Activity
Please write out exactly the lines of the data below from the line holding "re.lastIndex = p;" through the line holding "const names = m[1].split(',').map((x)", and leave out the rest.

Data extract
/** A loose count of parameter symbols in a sentence (never fewer than parameterStatements can find). */
const ANY_SYMBOL = /H_?0|H₀|H_\{|Hubble constant|Ω|Omega|ω|(?<![A-Za-z])h(?![A-Za-z])|w_?[0a]|w_\{|T_?(?:CMB|cmb|0)|N_?(?:eff|ν)|m_?ν/g;
function countSymbols(sentence: string): number {
  let n = 0;
  ANY_SYMBOL.lastIndex = 0;
  while (ANY_SYMBOL.exec(sentence) && ++n < 2);
  return n;
}

/** Parameter statements (symbol, relation, number) in text[from, to), including tuples. */
export function parameterStatements(text: string, from: number, to: number, known?: readonly StatedNumber[]): Statement[] {
  const out: Statement[] = [];
  const numbers = known ?? findNumbers(text, from, to);
  const numberAt = (pos: number) => numbers.find((n) => n.start >= pos && n.start <= pos + 2);
  for (let p = from; p < to; p++) {
    const c = text[p];
    if (c !== 'H' && c !== 'Ω' && c !== 'O' && c !== 'ω' && c !== 'w' && c !== 'T' && c !== 'N' && c !== 'Σ' && c !== '∑' && c !== 'm' && c !== 'h' && c !== '(') continue;
    if (p > from && /[A-Za-z0-9]/.test(text[p - 1]) && c !== 'Ω' && c !== 'ω') continue;
    if (p > from && text[p - 1] === '/') continue; // cz/H_0: a ratio, not a statement of H0
    if (c === '(') {
      const tuple = tupleAt(text, p, to);
      if (tuple) {
        out.push(...tuple.statements);
        p = tuple.end - 1;
      }
      continue;
    }
    for (const [re, key] of SYMBOLS) {
      re.lastIndex = p;
      const m = re.exec(text);
      if (!m || m.index !== p) continue;
      const after = p + m[0].length;
      RELATION.lastIndex = after;
      const rel = RELATION.exec(text);
      if (!rel || rel.index !== after) break;
      const n = numberAt(after + rel[0].length - 1);
      if (!n || n.range) break;
      // "Ω_Λ = 1 − Ω_m": an expression, not a value.
      if (/^\s*[-−+]\s*[ΩωH(]/.test(text.slice(n.end, n.end + 4))) break;
      const resolved = resolveLowerOmega(key, n.value);
      // "H_0 = 100 h km s^-1 Mpc^-1": a symbolic h, not a value of H0.
      if (resolved === 'H0' && /^\s*h\b/.test(text.slice(n.end, n.end + 3)) && n.value === 100) break;
      out.push({ key: resolved, value: n.value, start: p, end: n.unit ? n.unit.end : n.end });
      p = n.end - 1;
      break;
    }
  }
  return out;
}

function resolveLowerOmega(key: ParameterKey | 'omega_m_lower' | 'omega_b_lower' | 'omega_c_lower', value: number): ParameterKey {
  // Authors write lower-case ω both for Ω (ω_M = 0.3) and for Ω h² (ω_b = 0.0224): tell them apart by size.
  if (key === 'omega_m_lower') return value > 0.2 ? 'Omega_m' : 'omega_c';
  if (key === 'omega_b_lower') return value > 0.035 ? 'Omega_b' : 'omega_b';
  if (key === 'omega_c_lower') return value > 0.18 ? 'Omega_c' : 'omega_c';
  return key;
}

/** "(Ω_m, Ω_Λ) = (0.3, 0.7)" and "(Ω_m, Ω_Λ, h) = (0.3, 0.7, 0.7)". */
function tupleAt(text: string, p: number, to: number): { statements: Statement[]; end: number } | null {
  const m = /^\(([^()=]{2,60})\)\s*=\s*\(([^()]{2,60})\)/.exec(text.slice(p, Math.min(to, p + 140)));
  if (!m) return null;
  const names = m[1].split(',').map((x) => x.trim());
  const valuesStart = p + m[0].lastIndexOf('(') + 1;
  const values = findNumbers(text, valuesStart, p + m[0].length - 1);
  if (names.length !== values.length || names.length < 2) return null;
  const statements: Statement[] = [];
  names.forEach((name, i) => {
    for (const [re, key] of SYMBOLS) {
      re.lastIndex = 0;
      const sm = new RegExp(`^(?:${re.source})$`).exec(name);
      if (sm) {
        statements.push({ key: resolveLowerOmega(key, values[i].value), value: values[i].value, start: p, end: p + m[0].length });
        break;
      }
    }
  });
  return statements.length === names.length ? { statements, end: p + m[0].length } : null;
}

/** A named published set in a sentence (by name or by a Planck/WMAP citation key). */
function namedSet(sentence: string): { text: string; preset: string | null } | null {
  for (const [re, preset] of NAMED_SETS) {
    const m = re.exec(sentence);
    if (m && /cosmolog|parameters|adopt|assum|use|consistent|results|values/i.test(sentence)) return { text: m[0].trim(), preset };
  }
  const cite = sentence.indexOf(CITATION_OPEN);
  if (cite >= 0) {
    const keys = sentence.slice(cite + CITATION_OPEN.length, sentence.indexOf('⟧', cite)).split(',');
    for (const key of keys) {
      const k = /planck.*?(20\d\d)|(20\d\d).*?planck/i.exec(key);
      if (!k || !/cosmolog|parameters|adopt|assum/i.test(sentence)) continue;
      const year = k[1] ?? k[2];
      const preset = year === '2018' || year === '2020' ? 'planck-2018' : year === '2015' || year === '2016' ? 'planck-2015' : null;
      return { text: key.trim(), preset };
    }
  }
  return null;
}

Problem solution
      re.lastIndex = p;
      const m = re.exec(text);
      if (!m || m.index !== p) continue;
      const after = p + m[0].length;
      RELATION.lastIndex = after;
      const rel = RELATION.exec(text);
      if (!rel || rel.index !== after) break;
      const n = numberAt(after + rel[0].length - 1);
      if (!n || n.range) break;
      // "Ω_Λ = 1 − Ω_m": an expression, not a value.
      if (/^\s*[-−+]\s*[ΩωH(]/.test(text.slice(n.end, n.end + 4))) break;
      const resolved = resolveLowerOmega(key, n.value);
      // "H_0 = 100 h km s^-1 Mpc^-1": a symbolic h, not a value of H0.
      if (resolved === 'H0' && /^\s*h\b/.test(text.slice(n.end, n.end + 3)) && n.value === 100) break;
      out.push({ key: resolved, value: n.value, start: p, end: n.unit ? n.unit.end : n.end });
      p = n.end - 1;
      break;
    }
  }
  return out;
}

function resolveLowerOmega(key: ParameterKey | 'omega_m_lower' | 'omega_b_lower' | 'omega_c_lower', value: number): ParameterKey {
  // Authors write lower-case ω both for Ω (ω_M = 0.3) and for Ω h² (ω_b = 0.0224): tell them apart by size.
  if (key === 'omega_m_lower') return value > 0.2 ? 'Omega_m' : 'omega_c';
  if (key === 'omega_b_lower') return value > 0.035 ? 'Omega_b' : 'omega_b';
  if (key === 'omega_c_lower') return value > 0.18 ? 'Omega_c' : 'omega_c';
  return key;
}

/** "(Ω_m, Ω_Λ) = (0.3, 0.7)" and "(Ω_m, Ω_Λ, h) = (0.3, 0.7, 0.7)". */
function tupleAt(text: string, p: number, to: number): { statements: Statement[]; end: number } | null {
  const m = /^\(([^()=]{2,60})\)\s*=\s*\(([^()]{2,60})\)/.exec(text.slice(p, Math.min(to, p + 140)));
  if (!m) return null;
  const names = m[1].split(',').map((x) => x.trim());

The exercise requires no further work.